190516
国立西洋美術館は、言わずと知れたル・コルビュジエの作品。本来は、現在東京文化会館のある辺りも含めた用地に、大掛かりな芸術施設を作る計画があったらしいが、その後、予算を削られて、美術館および小規模な付属の建物に限られたようだ。その時、都にもし予算に余裕があり、ついでに後藤新平のような男がいたら、実現できただろう一大プロジェクトだった。
基本設計はル・コルビュジエ、実施設計はその弟子である前川國男、坂倉準三らが担当して、1959年に開館にこぎ着けた。一方、東京文化会館の方は、同じく前川國男の設計で1961年4月オープン。その年の秋には早くもNHK招聘イタリア歌劇団が3回目の公演を行なっている。
話がそれた。基本設計者の企画展であれば、当然その会場を利用することになり、普段常設展の会場がル・コルビュジエの作品群に充てられた。(常設は新館へ移動)
彼が唱えたピュリズムという、至極短命な絵画の流派、というか形式だが、それまでのキュビズムが禁欲的な色彩、あるいは対象物が、時代の変化に即応していないとして、まずアメデェ・オザンファンが唱え、その理論に共鳴したル・コルビュジエが乗ったということらしい。当時は、エドゥアール・ジャンヌレという本名を用いており、後に祖先の名前から、ペンネームあるいは画名として使用し始めたとある。冠詞の付く名前は比較的珍しい。
ごく身近に存在する瓶、グラス、水差しなどを直線、曲線、四角、三角、円錐などに落とし込み、パステルカラーを多用してひたすら制作しているが、そうはいうものの、キュビズムとの境界線はイマイチ判然としないのもまた事実だろう。
レジエはキュビズムだったが、途中から別の流れに移行、独特の世界観を生み出す。
結局、あいまいな立ち位置がわざわいしたか、ピュリズムという流れは7年ほどで消えていく運命。

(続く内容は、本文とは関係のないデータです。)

//! End-to-end benchmark of the daemon: the real `gaugewise run` process against a real broker, with a null relay
//! through the same broker as the reference.
//!
//! A null relay (`gaugewise::broker::null_relay`) subscribes and republishes every message unchanged: it costs
//! what the MQTT client library and the broker cost, and nothing else. Whatever the daemon adds on top of it
//! (routing, JSON parsing, the filter, the output JSON, the hand-over between tasks) is what this bench shows.
//! Both run side by side on their own input topics, so neither ever sees the other's traffic, and the cases take
//! turns through one broker, one publisher and one receiver in the same run.
//!
//! Cases (each can be switched off, every size can be changed by an environment variable, see `Params`):
//! - a) throughput at 1,000 channels, QoS 0: a closed loop keeps a fixed number of samples in flight, so the
//!   publisher runs as fast as the slowest stage lets it and nothing overflows; outputs/s and the CPU time per
//!   output of the daemon (whole process) against the relay (its one thread);
//! - b) latency at a fixed rate (20,000 samples/s over 1,000 channels for 10 s): p50/p99/max from the publish call
//!   to the receipt of the output (HDR histogram), and samples lost (sent minus received);
//! - c) memory: a fresh daemon gets one sample on each of 100,000 channels; its resident memory afterwards;
//! - d) re-estimation (issue 5): the latency of case b at 20,000 samples/s over 1,000 channels through two daemons,
//!   one whose 1,000 channels refit their 2,000-sample windows every 60 s and one without re-estimation. By default
//!   (`GWBENCH_REEST_MODE=alternating`) both run for the whole case, each on its own input topics, and the publisher
//!   feeds one of them at a time in 60 s blocks (on, off, off, on, on, off after the warm-up): the machine carries
//!   one daemon's load at any moment and both are measured interleaved in time; p99 on / off per pair and pooled.
//!   Not in the default set (about nine minutes: windows take 100 s to fill). `paired` runs both daemons on the
//!   same inputs at once (twice the broker's load: it saturates a 2-core machine), `sequential` one daemon after
//!   the other (off, on, off). A comparison measured under saturation is no comparison: every case-d verdict is
//!   FAIL when samples were lost, the sent rate fell short or the median latency shows queueing.
//!
//! The sample's time field carries its send time, read from one monotonic clock shifted to the epoch; the daemon
//! copies it into its output's `time`, the relay leaves the payload as it is, so the receiver reads the latency
//! off every message with no table of sent messages. The publisher and the receiver are minimal MQTT clients of
//! the bench's own (`raw`), cheap enough to leave the CPU to what is measured. The figures are printed with the
//! targets of issues 3 and 5; the bench never fails on a miss (timings on a shared machine are not a pass/fail
//! matter).

#[allow(dead_code)]
#[path = "../tests/common/broker.rs"]
mod broker;

use broker::send_signal;
use gaugewise::broker::{null_relay, EmbeddedBroker, NullRelay, MAX_PACKET_SIZE};
use hdrhistogram::Histogram;
use rumqttc::QoS;
use std::cell::RefCell;
use std::fmt::Write as _;
use std::io::{self, Read, Write};
use std::net::TcpStream;
use std::path::{Path, PathBuf};
use std::process::{Child, Command, Stdio};
use std::str::FromStr;
use std::sync::atomic::{AtomicBool, AtomicU64, Ordering};
use std::sync::{mpsc, Arc, Mutex};
use std::thread::{self, JoinHandle};
use std::time::{Duration, Instant, SystemTime, UNIX_EPOCH};

/// Inputs of the daemon: `gwbench/in/<channel>`; its outputs: `gwbench/out/<channel>`.
const DAEMON_IN: &str = "gwbench/in";
/// Inputs of case d's two daemons, one without re-estimation and one with: both stay connected, and a daemon must
/// not filter the other's samples.
const OFF_IN: &str = "gwbench/in-off";
const ON_IN: &str = "gwbench/in-on";
const DAEMON_OUT: &str = "gwbench/out";
const DAEMON_OUT_FILTER: &str = "gwbench/out/#";
/// Case d, paired: both daemons subscribe to these inputs; each publishes under the output prefix of its slot.
/// Slot 0 is the daemon started (and subscribed) first.
const PAIR_IN: &str = "gwbench/in-pair";
const PAIR_OUT: [&str; 2] = ["gwbench/out/slot0", "gwbench/out/slot1"];
/// Case d, alternating: each daemon's own inputs and outputs, indexed by `ON` (the re-estimating daemon) and `OFF`.
/// Neither ever sees the other's samples, so the one not being fed idles.
const ALT_IN: [&str; 2] = ["gwbench/in/a", "gwbench/in/b"];
const ALT_OUT: [&str; 2] = ["gwbench/out/a", "gwbench/out/b"];
const ON: usize = 0;
const OFF: usize = 1;
/// Inputs of the null relay, and the prefix it republishes under (`gwbench/relay/gwbench/rin/<channel>`).
const RELAY_IN: &str = "gwbench/rin";
const RELAY_PREFIX: &str = "gwbench/relay/";
const RELAY_OUT_FILTER: &str = "gwbench/relay/#";
/// Retained online/offline messages of each daemon started here.
const STATUS_ROOT: &str = "gwbench/status";

/// How long to wait for stragglers after the publisher stops: until every sample is answered, no output for
/// `DRAIN_QUIET`, or `DRAIN_MAX` in all.
const DRAIN_QUIET: Duration = Duration::from_secs(1);
const DRAIN_MAX: Duration = Duration::from_secs(10);
/// Bound on waiting for a connection, a subscription or a daemon to come online.
const READY: Duration = Duration::from_secs(10);
/// A closed loop with no output for this long stops waiting for the samples it has outstanding.
const STALL: Duration = Duration::from_millis(250);

fn main() {
    // `cargo bench` passes `--bench`. `cargo test --all-targets` runs bench binaries without it: a minute of
    // broker traffic has no place in the tests.
    if !std::env::args().any(|a| a == "--bench") {
        println!("daemon_e2e: run it with `cargo bench --bench daemon_e2e`; skipped");
        return;
    }
    let params = match Params::from_env() {
        Ok(p) => p,
        Err(e) => {
            eprintln!("daemon_e2e: {e}");
            std::process::exit(2);
        }
    };
    if let Err(e) = run(&params) {
        eprintln!("daemon_e2e: {e}");
        std::process::exit(1);
    }
}

/// The sizes of the run. Environment variables, with their defaults (about a minute on a 2-core machine):
struct Params {
    /// GWBENCH_CASES=abc: which cases to run (d, re-estimation, only when asked for).
    cases: String,
    /// GWBENCH_BROKER=auto|mosquitto|embedded: auto takes Mosquitto when installed, else the embedded broker.
    broker: String,
    /// GWBENCH_CHANNELS=1000: channels of cases a and b.
    channels: usize,
    /// GWBENCH_ROUNDS=3: relay/daemon alternations in case a.
    rounds: usize,
    /// GWBENCH_WARMUP_S=1: not measured at the start of each case a/b run.
    warmup: Duration,
    /// GWBENCH_MAX_S=4: measured seconds per case a run.
    max_secs: Duration,
    /// GWBENCH_WINDOW=5000: samples in flight (sent, output not yet received) in case a.
    window: u64,
    /// GWBENCH_RATE=20000: samples/s of case b.
    rate: f64,
    /// GWBENCH_RATE_S=10: measured seconds of case b.
    rate_secs: Duration,
    /// GWBENCH_RATE_QOS=0: QoS of inputs and outputs in case b.
    rate_qos: QoS,
    /// GWBENCH_MEM_CHANNELS=100000: channels of case c.
    mem_channels: usize,
    /// GWBENCH_MEM_RATE=20000: samples/s while case c creates its channels.
    mem_rate: f64,
    /// GWBENCH_BROKER_NODELAY=1: Mosquitto's `set_tcp_nodelay` (0 leaves Nagle's algorithm on, its default).
    broker_nodelay: bool,
    /// GWBENCH_CLIENT_NODELAY=1: TCP_NODELAY on the bench's own publisher and receiver.
    client_nodelay: bool,
    /// GWBENCH_REEST_WINDOW=2000: samples in each channel's re-estimation window in case d.
    reest_window: usize,
    /// GWBENCH_REEST_EVERY_S=60: seconds between two re-estimations of one channel in case d.
    reest_every: f64,
    /// GWBENCH_REEST_ON_S=120: measured seconds with re-estimation on, once the windows are full (paired: of each
    /// repetition, both daemons). A whole number of periods (`reest_every`), so the measurement holds each channel's
    /// fits as often as a day of running would.
    reest_on_secs: Duration,
    /// GWBENCH_REEST_OFF_S=30: measured seconds of each of the two runs with re-estimation off (sequential only).
    reest_off_secs: Duration,
    /// GWBENCH_REEST_MODE=alternating|paired|sequential: case d feeds two daemons in turns, block by block
    /// (alternating), runs them at once on the same inputs (paired), or one after the other (off, on, off).
    reest_mode: ReestMode,
    /// GWBENCH_REEST_REPS=2: paired repetitions, each with fresh daemons; the second swaps the daemons' slots
    /// (start order, output prefix), the third swaps them back, and so on.
    reest_reps: usize,
    /// GWBENCH_REEST_BLOCK_S=60: alternating only: whole seconds each daemon is fed before the publisher switches.
    reest_block_s: u64,
    /// GWBENCH_REEST_PAIRS=3: alternating only: measured pairs of blocks (one on, one off) after the warm-up.
    reest_pairs: usize,
    /// GWBENCH_REEST_SKIP_S=0: alternating only: seconds at the start of every block left out of the measurement
    /// (0 by default: the on daemon's fit round starts with its block, and the target counts it).
    reest_skip: f64,
}

/// How case d runs its two daemons (`GWBENCH_REEST_MODE`).
#[derive(Clone, Copy, PartialEq)]
enum ReestMode {
    Alternating,
    Paired,
    Sequential,
}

ル・コルビュジエも、途中から建築への興味が勝り、それでも絵はその後も書き続けていたらしい。
1928年に設計を始めた歴史的邸宅。建築史上のアイコン的存在。パリ郊外、ポワッシーにある。彼の理想が詰まった作品と言える。住宅の持つ明るさ、軽やかさの典型が示されている。
ピロティ、屋上庭園、鉄筋コンクリート、自由な平面、自由なファサード、細い柱など、彼の唱えた理論をすべて網羅し、外光を精一杯とりこめる工夫が随所に。
平日の午後3時頃だったが、意外に混んでいて、それも若い人の関心も大いに引いているようで、まことに喜ばしい。